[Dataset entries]
- Opening Delimiter -

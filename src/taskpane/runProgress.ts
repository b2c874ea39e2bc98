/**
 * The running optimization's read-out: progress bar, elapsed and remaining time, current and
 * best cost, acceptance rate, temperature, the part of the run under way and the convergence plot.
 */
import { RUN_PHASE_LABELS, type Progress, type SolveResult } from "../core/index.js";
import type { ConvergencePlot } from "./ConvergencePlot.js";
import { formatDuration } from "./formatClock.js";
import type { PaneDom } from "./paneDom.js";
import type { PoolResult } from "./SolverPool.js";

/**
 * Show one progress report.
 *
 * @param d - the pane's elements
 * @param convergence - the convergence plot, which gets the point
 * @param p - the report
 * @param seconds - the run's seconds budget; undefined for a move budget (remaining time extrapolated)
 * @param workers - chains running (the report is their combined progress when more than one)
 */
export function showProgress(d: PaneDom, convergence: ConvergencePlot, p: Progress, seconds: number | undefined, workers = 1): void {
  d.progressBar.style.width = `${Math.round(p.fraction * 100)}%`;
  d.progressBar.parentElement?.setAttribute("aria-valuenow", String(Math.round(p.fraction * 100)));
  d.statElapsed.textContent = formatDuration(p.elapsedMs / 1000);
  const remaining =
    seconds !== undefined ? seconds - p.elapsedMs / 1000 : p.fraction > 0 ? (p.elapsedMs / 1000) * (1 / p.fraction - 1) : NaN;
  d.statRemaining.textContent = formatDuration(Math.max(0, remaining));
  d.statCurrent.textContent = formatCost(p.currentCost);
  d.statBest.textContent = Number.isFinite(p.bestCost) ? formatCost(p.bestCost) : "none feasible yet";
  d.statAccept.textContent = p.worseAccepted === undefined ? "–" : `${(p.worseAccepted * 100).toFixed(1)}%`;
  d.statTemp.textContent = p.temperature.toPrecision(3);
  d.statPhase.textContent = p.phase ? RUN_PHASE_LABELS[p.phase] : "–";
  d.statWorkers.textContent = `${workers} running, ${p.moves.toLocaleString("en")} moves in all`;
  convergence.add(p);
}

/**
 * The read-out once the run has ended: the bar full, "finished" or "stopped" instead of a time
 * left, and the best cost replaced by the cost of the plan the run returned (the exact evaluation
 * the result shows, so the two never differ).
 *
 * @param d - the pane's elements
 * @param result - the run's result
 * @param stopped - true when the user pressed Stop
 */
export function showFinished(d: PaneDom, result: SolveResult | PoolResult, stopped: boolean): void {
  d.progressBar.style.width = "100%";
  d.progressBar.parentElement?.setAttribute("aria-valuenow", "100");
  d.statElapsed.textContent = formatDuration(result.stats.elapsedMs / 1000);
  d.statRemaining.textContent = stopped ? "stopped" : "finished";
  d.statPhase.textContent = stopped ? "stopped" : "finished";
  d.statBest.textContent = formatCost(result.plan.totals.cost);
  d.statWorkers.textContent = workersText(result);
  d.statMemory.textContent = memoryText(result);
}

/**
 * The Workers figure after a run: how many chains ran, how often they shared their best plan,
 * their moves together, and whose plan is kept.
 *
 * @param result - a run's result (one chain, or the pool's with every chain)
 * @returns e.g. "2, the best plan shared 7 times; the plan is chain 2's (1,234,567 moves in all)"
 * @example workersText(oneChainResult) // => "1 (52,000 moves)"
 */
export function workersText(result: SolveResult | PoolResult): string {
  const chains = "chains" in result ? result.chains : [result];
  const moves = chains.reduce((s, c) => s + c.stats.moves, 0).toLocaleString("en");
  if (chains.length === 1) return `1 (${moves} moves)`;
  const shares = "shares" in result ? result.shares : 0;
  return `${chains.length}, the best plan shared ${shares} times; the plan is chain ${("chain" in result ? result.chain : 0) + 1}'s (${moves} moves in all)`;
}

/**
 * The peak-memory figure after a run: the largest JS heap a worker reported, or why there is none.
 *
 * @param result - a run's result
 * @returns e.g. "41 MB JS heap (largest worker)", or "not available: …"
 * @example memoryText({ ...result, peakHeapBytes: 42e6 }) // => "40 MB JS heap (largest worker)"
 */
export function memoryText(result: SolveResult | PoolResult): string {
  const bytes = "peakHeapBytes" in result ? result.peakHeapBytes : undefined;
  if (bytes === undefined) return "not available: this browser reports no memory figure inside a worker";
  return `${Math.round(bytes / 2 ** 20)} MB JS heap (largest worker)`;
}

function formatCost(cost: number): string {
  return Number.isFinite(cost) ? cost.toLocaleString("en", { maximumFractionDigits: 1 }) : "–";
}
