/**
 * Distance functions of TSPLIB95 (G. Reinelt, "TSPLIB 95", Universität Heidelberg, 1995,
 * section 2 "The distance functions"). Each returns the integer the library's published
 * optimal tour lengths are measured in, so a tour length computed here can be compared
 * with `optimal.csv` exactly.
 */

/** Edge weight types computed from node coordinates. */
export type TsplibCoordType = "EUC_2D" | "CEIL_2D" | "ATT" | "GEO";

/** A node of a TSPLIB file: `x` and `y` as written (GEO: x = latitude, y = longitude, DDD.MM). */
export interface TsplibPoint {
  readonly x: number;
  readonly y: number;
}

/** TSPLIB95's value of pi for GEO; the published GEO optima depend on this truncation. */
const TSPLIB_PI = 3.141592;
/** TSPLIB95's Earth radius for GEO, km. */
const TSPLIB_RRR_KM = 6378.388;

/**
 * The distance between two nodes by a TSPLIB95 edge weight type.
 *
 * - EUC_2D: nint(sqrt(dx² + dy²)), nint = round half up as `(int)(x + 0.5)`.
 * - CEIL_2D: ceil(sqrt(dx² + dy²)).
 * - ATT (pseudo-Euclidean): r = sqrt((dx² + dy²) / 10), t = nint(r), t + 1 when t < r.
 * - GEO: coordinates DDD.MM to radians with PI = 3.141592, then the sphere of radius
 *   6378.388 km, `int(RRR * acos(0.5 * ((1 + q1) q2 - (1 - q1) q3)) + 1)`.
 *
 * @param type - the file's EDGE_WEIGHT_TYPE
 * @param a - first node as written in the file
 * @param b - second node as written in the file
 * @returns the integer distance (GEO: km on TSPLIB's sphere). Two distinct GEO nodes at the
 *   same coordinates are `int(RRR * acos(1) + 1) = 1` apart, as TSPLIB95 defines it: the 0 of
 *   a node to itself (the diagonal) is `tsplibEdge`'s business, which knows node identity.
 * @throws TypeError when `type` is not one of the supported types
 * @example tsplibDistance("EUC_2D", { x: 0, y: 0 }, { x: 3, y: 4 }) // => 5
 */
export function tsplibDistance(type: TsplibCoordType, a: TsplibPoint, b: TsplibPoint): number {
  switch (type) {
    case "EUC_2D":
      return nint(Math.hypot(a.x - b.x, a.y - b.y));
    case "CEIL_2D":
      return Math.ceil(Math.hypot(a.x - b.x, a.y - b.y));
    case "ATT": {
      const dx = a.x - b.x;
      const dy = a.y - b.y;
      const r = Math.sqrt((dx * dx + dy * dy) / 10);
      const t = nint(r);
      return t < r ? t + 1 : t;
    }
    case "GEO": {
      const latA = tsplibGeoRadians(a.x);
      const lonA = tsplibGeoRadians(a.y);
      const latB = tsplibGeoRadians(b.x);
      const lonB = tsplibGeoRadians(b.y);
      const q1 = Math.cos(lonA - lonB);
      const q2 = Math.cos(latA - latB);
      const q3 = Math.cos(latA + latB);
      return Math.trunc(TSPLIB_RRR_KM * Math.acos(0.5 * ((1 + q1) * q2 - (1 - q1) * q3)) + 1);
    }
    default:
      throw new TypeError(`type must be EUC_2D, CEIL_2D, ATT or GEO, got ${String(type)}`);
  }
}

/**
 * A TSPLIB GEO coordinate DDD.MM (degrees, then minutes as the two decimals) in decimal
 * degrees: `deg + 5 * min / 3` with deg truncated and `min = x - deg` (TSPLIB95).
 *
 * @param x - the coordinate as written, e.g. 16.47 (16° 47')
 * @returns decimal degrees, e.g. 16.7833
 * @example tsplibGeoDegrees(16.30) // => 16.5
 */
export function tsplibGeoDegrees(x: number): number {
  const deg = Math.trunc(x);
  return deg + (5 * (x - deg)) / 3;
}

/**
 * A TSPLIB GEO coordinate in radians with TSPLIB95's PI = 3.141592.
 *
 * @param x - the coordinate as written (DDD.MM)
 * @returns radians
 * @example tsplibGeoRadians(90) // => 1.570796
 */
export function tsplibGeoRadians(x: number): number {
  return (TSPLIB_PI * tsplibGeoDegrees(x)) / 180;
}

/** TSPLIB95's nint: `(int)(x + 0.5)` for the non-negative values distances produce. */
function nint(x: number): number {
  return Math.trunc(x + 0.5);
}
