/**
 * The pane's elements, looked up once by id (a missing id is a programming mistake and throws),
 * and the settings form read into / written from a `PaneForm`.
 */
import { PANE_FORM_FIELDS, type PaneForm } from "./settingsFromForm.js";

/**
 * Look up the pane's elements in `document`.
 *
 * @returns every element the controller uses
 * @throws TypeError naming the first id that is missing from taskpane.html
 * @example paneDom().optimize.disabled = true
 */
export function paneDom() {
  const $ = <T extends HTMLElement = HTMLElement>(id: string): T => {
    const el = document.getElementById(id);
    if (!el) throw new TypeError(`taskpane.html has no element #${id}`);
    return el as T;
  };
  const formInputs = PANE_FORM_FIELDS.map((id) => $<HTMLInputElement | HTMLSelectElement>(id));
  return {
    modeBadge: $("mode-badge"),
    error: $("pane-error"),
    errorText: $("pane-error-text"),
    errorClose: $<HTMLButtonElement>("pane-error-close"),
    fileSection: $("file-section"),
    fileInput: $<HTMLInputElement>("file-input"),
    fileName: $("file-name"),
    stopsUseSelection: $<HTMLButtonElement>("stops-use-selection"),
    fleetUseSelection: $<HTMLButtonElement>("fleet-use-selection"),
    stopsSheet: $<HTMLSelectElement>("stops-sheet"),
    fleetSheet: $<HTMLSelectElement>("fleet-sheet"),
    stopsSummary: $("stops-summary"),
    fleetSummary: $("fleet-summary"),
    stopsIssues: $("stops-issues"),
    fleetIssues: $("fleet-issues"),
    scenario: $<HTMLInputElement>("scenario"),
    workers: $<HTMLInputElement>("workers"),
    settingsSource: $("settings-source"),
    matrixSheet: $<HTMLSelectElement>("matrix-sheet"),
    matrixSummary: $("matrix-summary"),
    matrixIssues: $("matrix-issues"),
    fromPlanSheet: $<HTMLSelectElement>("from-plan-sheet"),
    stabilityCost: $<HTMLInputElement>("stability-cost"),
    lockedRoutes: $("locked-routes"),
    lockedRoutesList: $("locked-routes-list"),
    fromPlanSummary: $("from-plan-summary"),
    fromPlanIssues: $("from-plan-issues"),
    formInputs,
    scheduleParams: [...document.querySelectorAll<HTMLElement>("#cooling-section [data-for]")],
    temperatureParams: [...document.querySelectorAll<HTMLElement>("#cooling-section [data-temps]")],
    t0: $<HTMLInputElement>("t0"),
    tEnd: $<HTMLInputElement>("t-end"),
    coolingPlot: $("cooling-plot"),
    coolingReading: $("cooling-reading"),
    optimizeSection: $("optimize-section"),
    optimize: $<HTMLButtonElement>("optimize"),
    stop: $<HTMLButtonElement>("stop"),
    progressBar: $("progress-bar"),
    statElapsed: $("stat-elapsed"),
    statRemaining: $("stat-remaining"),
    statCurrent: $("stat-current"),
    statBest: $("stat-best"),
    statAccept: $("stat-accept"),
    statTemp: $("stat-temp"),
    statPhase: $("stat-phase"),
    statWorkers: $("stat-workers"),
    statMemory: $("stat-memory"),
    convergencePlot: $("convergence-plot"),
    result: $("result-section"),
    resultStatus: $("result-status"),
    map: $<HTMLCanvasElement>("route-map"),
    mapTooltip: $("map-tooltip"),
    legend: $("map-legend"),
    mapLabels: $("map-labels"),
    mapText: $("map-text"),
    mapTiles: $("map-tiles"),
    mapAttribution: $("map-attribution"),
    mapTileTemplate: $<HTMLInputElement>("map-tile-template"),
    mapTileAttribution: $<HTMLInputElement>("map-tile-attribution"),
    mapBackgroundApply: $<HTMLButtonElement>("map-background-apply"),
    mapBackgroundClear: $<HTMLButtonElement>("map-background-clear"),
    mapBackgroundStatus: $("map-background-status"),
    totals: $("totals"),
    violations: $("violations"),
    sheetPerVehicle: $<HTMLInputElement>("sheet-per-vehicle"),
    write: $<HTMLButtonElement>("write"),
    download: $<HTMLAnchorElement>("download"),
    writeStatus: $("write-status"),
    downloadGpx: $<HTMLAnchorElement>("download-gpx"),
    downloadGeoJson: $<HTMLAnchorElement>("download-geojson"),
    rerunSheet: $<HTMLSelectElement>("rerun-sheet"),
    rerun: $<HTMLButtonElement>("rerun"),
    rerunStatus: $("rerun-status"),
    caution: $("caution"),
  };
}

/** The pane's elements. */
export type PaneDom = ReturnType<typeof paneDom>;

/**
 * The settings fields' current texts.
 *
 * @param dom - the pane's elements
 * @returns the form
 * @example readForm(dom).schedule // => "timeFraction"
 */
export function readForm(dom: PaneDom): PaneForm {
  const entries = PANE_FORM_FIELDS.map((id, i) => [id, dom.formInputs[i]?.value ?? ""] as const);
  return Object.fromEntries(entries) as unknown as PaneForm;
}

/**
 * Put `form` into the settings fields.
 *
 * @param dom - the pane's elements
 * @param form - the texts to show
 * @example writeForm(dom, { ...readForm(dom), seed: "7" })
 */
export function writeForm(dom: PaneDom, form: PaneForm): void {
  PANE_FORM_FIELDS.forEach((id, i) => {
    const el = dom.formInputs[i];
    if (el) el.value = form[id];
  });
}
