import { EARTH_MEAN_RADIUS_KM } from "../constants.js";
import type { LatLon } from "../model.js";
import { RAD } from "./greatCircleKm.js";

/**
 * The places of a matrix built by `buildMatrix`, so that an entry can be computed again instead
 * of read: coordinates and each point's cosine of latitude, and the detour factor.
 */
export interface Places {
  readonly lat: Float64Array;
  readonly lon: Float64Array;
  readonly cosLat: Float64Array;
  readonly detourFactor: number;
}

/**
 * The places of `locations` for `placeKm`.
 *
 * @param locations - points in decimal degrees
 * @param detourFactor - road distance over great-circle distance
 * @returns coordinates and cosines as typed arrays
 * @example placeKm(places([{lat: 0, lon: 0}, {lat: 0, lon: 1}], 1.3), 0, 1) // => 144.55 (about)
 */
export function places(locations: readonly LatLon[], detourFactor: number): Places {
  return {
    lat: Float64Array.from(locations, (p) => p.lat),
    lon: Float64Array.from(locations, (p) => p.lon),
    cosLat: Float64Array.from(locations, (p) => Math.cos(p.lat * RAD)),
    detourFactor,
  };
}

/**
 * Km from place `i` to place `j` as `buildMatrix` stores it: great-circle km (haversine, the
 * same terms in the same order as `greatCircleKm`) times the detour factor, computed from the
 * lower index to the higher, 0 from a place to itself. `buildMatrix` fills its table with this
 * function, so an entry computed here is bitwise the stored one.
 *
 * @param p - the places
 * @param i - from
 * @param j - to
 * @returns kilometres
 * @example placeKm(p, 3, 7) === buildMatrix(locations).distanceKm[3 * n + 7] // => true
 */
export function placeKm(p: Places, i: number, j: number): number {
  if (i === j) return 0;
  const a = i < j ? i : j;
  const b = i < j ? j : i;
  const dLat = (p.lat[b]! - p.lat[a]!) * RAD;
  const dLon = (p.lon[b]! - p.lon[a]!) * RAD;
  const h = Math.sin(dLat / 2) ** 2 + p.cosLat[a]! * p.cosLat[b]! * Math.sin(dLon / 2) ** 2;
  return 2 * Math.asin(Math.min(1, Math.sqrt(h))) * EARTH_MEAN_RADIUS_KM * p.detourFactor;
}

- Closing Delimiter -

WORK INSTRUCTION: Copy nothing beyond the line containing "type Progress, type". Transcribe exactly from the first line of the entries down to that line, inclusive.

EXPECTED OUTPUT:
filename src/taskpane/runProgress.ts
repository b2c874ea39e2bc98
/**
 * The running optimization's read-out: progress bar, elapsed and remaining time, current and
 * best cost, acceptance rate, temperature, the part of the run under way and the convergence plot.
 */
import { RUN_PHASE_LABELS, type Progress, type SolveResult } from "../core/index.js";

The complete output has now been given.